In den Reden bei der Kundgebung war zwar immer wieder die Hauptorientierung auf ein Gespräch mit der Unternehmensleitung gelegt und dabei Hoffnungen auf die Beteiligung von Politiker_innen genährt worden. Wie man die Geschäftsleitung tatsächlich zu Verhandlungen und einer Rücknahme der Standort-Reduzierung bewegen will blieb unbeantwortet. Dass dies nur mit einer spürbaren Erhöhung des Drucks zu verwirklichen sein wird, das ist wohl die Meinung jener Demonstrationsteilnehmer_innen, die mit ihren Schildern einen etwas schärfern Ton anschlugen. Von der zaghaften Erinnerung an das Recht auf Warnstreik bis zur Faust und Widerstand war schon einiges auf der Demo zu merken. Von der Lust darauf, die Brocken jetzt hinzuschmeissen ist schon länger die Rede. Bei offiziellen Reden aber wird überwiegend auf Abwarten hin orientiert, während die Unternehmensleitung mit Hochdruck an der Abwicklung arbeitet. Demnächst wird es wohl zu spät sein für jede Verhandlung.

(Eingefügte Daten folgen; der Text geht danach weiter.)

def test_information_in_a_direction_is_reckase_formula(rng):
    # Reckase (2009): for the M2PL with D = 1, I_u(theta) = (a . u)^2 P Q, u a unit vector
    slopes = rng.uniform(0.0, 2.0, (5, 2))
    intercepts = rng.normal(size=5)
    params = params_of(slopes, intercepts)
    theta = np.array([0.4, -0.9])
    direction = np.array([3.0, 4.0])  # normalised to (0.6, 0.8) inside
    u = direction / 5.0
    p = expit(slopes @ theta + intercepts)
    reference = (slopes @ u) ** 2 * p * (1 - p)
    np.testing.assert_allclose(md.directional_information(params, theta, direction), reference, rtol=1e-12)
    info = md.information_matrix(params, theta)
    np.testing.assert_allclose(np.einsum("i,nij,j->n", u, info, u), reference, rtol=1e-12)
    with pytest.raises(AdaptiveEngineError, match="not all zero"):
        md.directional_information(params, theta, [0.0, 0.0])


# ---------------------------------------------------------------------------------------
# multidimensional discrimination and difficulty (Reckase 1985)


def test_mdisc_and_mdiff_on_a_hand_computed_example():
    # Reckase (1985): MDISC = sqrt(sum a_k^2), MDIFF = -d / MDISC, direction cosines a / MDISC.
    # By hand: a = (0.9, 1.2): MDISC = sqrt(0.81 + 1.44) = sqrt(2.25) = 1.5;
    # d = -0.75: MDIFF = 0.75 / 1.5 = 0.5; cosines (0.6, 0.8), angles 53.13 and 36.87 degrees.
    slopes = np.array([[0.9, 1.2], [2.0, 0.0]])
    intercepts = np.array([[-0.75, np.nan], [1.0, -3.0]])
    np.testing.assert_allclose(md.multidimensional_discrimination(slopes), [1.5, 2.0], rtol=1e-15)
    np.testing.assert_allclose(md.multidimensional_difficulty(slopes, intercepts)[0, 0], 0.5, rtol=1e-15)
    np.testing.assert_allclose(md.multidimensional_difficulty(slopes, intercepts)[1], [-0.5, 1.5], rtol=1e-15)
    assert np.isnan(md.multidimensional_difficulty(slopes, intercepts)[0, 1])
    cosines = md.direction_cosines(slopes)
    np.testing.assert_allclose(cosines[0], [0.6, 0.8], rtol=1e-15)
    np.testing.assert_allclose(np.degrees(np.arccos(cosines[0])), [53.130102, 36.869898], atol=1e-6)


def test_mdisc_and_mdiff_locate_the_steepest_slope():
    # Reckase (1985) defines MDIFF as the distance from the origin, along the item's direction
    # of steepest slope, to the point where P = 1/2, and MDISC by the slope there: D MDISC / 4
    # for the M2PL (the derivatives are scipy.differentiate's)
    slopes, intercept = np.array([0.9, 1.2, 0.4]), -0.75
    for scaling in (1.0, 1.702):
        params = params_of(slopes, [intercept], scaling=scaling).take(0)
        mdisc = md.multidimensional_discrimination(slopes)
        mdiff = md.multidimensional_difficulty(slopes, [intercept])[0]
        u = md.direction_cosines(slopes)
        point = mdiff * u
        assert md.probabilities(params, point)[1] == pytest.approx(0.5, abs=1e-15)

        def along(t, v):
            return md.probabilities(params, point + np.multiply.outer(t, v))[..., 1]

        steepest = differentiate.derivative(lambda t: along(t, u), 0.0).df
        assert steepest == pytest.approx(scaling * mdisc / 4, rel=1e-9)
        for v in np.random.default_rng(1).normal(size=(20, 3)):
            v = v / np.linalg.norm(v)
            assert differentiate.derivative(lambda t: along(t, v), 0.0).df <= steepest + 1e-12


# ---------------------------------------------------------------------------------------
# K = 1: the one-dimensional models of irt/models.py (a = a1, b = -intercept / a1)


def _one_dimensional(records):
    """The 2PL/3PL/GRM items equal to K = 1 multidimensional records."""
    out = []
    for rec in records:
        a = rec["slopes"][0]
        if rec["model"] == "MGRM":
            out.append({"model": "GRM", "a": a, "thresholds": [-x / a for x in rec["intercepts"]]})
        else:
            out.append({"model": "3PL" if rec["model"] == "M3PL" else "2PL", "a": a,
                        "b": -rec["intercept"] / a, "c": rec.get("c", 0.0), "d": 1.0})
    from strategies import records_to_parameters
    return out, records_to_parameters


@settings(max_examples=40, deadline=None)
@given(st.lists(multidimensional_items(k=1), min_size=1, max_size=5).filter(
    lambda recs: all(r["slopes"][0] > 0 for r in recs)),
    st.lists(st.floats(-10, 10), min_size=1, max_size=6), st.sampled_from((1.0, 1.702)))
def test_with_one_dimension_the_models_are_the_2pl_3pl_and_grm(records, theta, scaling):
    one_d, to_params = _one_dimensional(records)
    multi = records_to_multidimensional_parameters(records, scaling=scaling)
    single = to_params(one_d, scaling=scaling)
    theta = np.array(theta)
    m_outer, s_outer = md.outer(multi, theta[:, None]), models.outer(single, theta)
    p_multi, p_single = md.probabilities(*m_outer), models.probabilities(*s_outer)
    width = min(p_multi.shape[-1], p_single.shape[-1])
    np.testing.assert_allclose(p_multi[..., :width], p_single[..., :width], rtol=0, atol=1e-8)
    log_multi, log_single = md.log_probabilities(*m_outer), models.log_probabilities(*s_outer)
    finite = np.isfinite(log_single[..., :width])
    np.testing.assert_array_equal(np.isfinite(log_multi[..., :width]), finite)
    np.testing.assert_allclose(log_multi[..., :width][finite], log_single[..., :width][finite],
                               rtol=1e-8, atol=1e-8)
    info_multi = md.information_matrix(*m_outer)[..., 0, 0]
    info_single = models.information(*s_outer)
    np.testing.assert_allclose(info_multi, info_single, rtol=1e-8, atol=1e-8)
    responses = (np.arange(theta.size)[None, :] + np.arange(len(records))[:, None]) % multi.n_categories[:, None]
    np.testing.assert_allclose(md.log_likelihood(*m_outer, responses), models.log_likelihood(*s_outer, responses),
                               rtol=1e-8, atol=1e-8)
    score, curvature = models.log_derivatives(*s_outer)
    r, r2 = md.log_derivatives(*m_outer)
    a = multi.slopes[:, :1, None]
    np.testing.assert_allclose(r[..., :width] * a, score[..., :width], rtol=1e-8, atol=1e-8)
    np.testing.assert_allclose(r2[..., :width] * a * a, curvature[..., :width], rtol=1e-7, atol=1e-8)


# ---------------------------------------------------------------------------------------
# shapes, batches and bad input


def test_shapes_of_a_batch_of_examinees_and_candidate_items(rng):
    k, n, b = 2, 12, 5
    records = [{"model": "MGRM" if i % 4 == 0 else "M3PL", "slopes": list(rng.uniform(0.1, 2, k)),
                **({"intercepts": [1.0, 0.0, -1.0]} if i % 4 == 0 else {"intercept": 0.1 * i, "c": 0.2})}
               for i in range(n)]
    params = records_to_multidimensional_parameters(records)
    candidates = rng.integers(0, n, (b, 4))  # (B, candidates)
    theta = rng.normal(size=(b, k))  # (B, K)
    picked = params.take(candidates)
    assert md.probabilities(picked, theta[:, None, :]).shape == (b, 4, 4)
    assert md.information_matrix(picked, theta[:, None, :]).shape == (b, 4, k, k)
    assert md.directional_information(picked, theta[:, None, :], [1.0, 1.0]).shape == (b, 4)
    assert md.log_likelihood_gradient(picked, theta[:, None, :], 0).shape == (b, 4, k)
    assert md.probabilities(*md.outer(params, rng.normal(size=(7, k)))).shape == (n, 7, 4)
    assert md.expected_score(params, np.zeros(k)).shape == (n,)
    # the decision kernel's rule: a batch gives bit for bit what one row at a time gives
    batch = md.information_matrix(picked, theta[:, None, :])
    for row in range(b):
        np.testing.assert_array_equal(md.information_matrix(params.take(candidates[row]), theta[row]), batch[row])
        np.testing.assert_array_equal(md.log_probabilities(params.take(candidates[row]), theta[row]),
                                      md.log_probabilities(picked, theta[:, None, :])[row])


def test_ability_must_have_one_value_per_dimension():
    params = params_of([[1.0, 0.5]], [0.0])
    for theta in (np.zeros(3), np.float64(0.0), np.zeros((4, 1))):
        with pytest.raises(AdaptiveEngineError, match="K = 2") as info:
            md.probabilities(params, theta)
        assert info.value.location == "theta"


def test_extreme_abilities_and_steep_items_stay_exact_in_log_space():
    # far from the item the probability of one category underflows to 0 in linear space;
    # its log is still the exact asymptote log P = -z (within rounding)
    params = params_of([[8.0, 6.0]], [0.0], c=[0.0])
    theta = np.array([[-40.0, -40.0], [40.0, 40.0]])
    log_p = md.log_probabilities(params, theta)  # (2 points, 2 categories)
    np.testing.assert_allclose(log_p[0, 1], -560.0, rtol=1e-12)
    np.testing.assert_allclose(log_p[1, 0], -560.0, rtol=1e-12)
    score, curvature = md.log_derivatives(params, theta)
    assert np.all(np.isfinite(score)) and np.all(np.isfinite(curvature))
    np.testing.assert_allclose(score[0, 1], 1.0, rtol=1e-12)  # d log P1 / d eta -> D as P1 -> 0
    m3pl = params_of([[8.0, 6.0]], [0.0], c=[0.2])
    np.testing.assert_allclose(md.log_probabilities(m3pl, theta)[0], [np.log(0.8), np.log(0.2)], rtol=1e-12)
    assert np.all(np.isfinite(md.log_derivatives(m3pl, theta)[0]))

An der Spitze des Zuges, passend zu Halloween, marschierte der symbolische Bezug zur Beerdigung des Zeiss-Standorts Göttingen. Die oft bemühte Symbolik mit Sensemännern und Sarg stellten keine Entschlossenheit zum Widerstand dar sondern illustrierten die Trauer darüber worüber man sich insgeheim schon abgefunden haben könnte, signalisierte also eher Resignation. Zweifel über die Sarg- und Sensemannsymbolik beschlichen wohl auch Betriebsratsvorsitzenden Dreyer, der mit Zylinder und Rassel vorneweg zog, denn er meinte später in seiner Rede auf der Kundgebung, halb entschuldigend, es sei wohl etwas makaber, was sie da gemacht hätten.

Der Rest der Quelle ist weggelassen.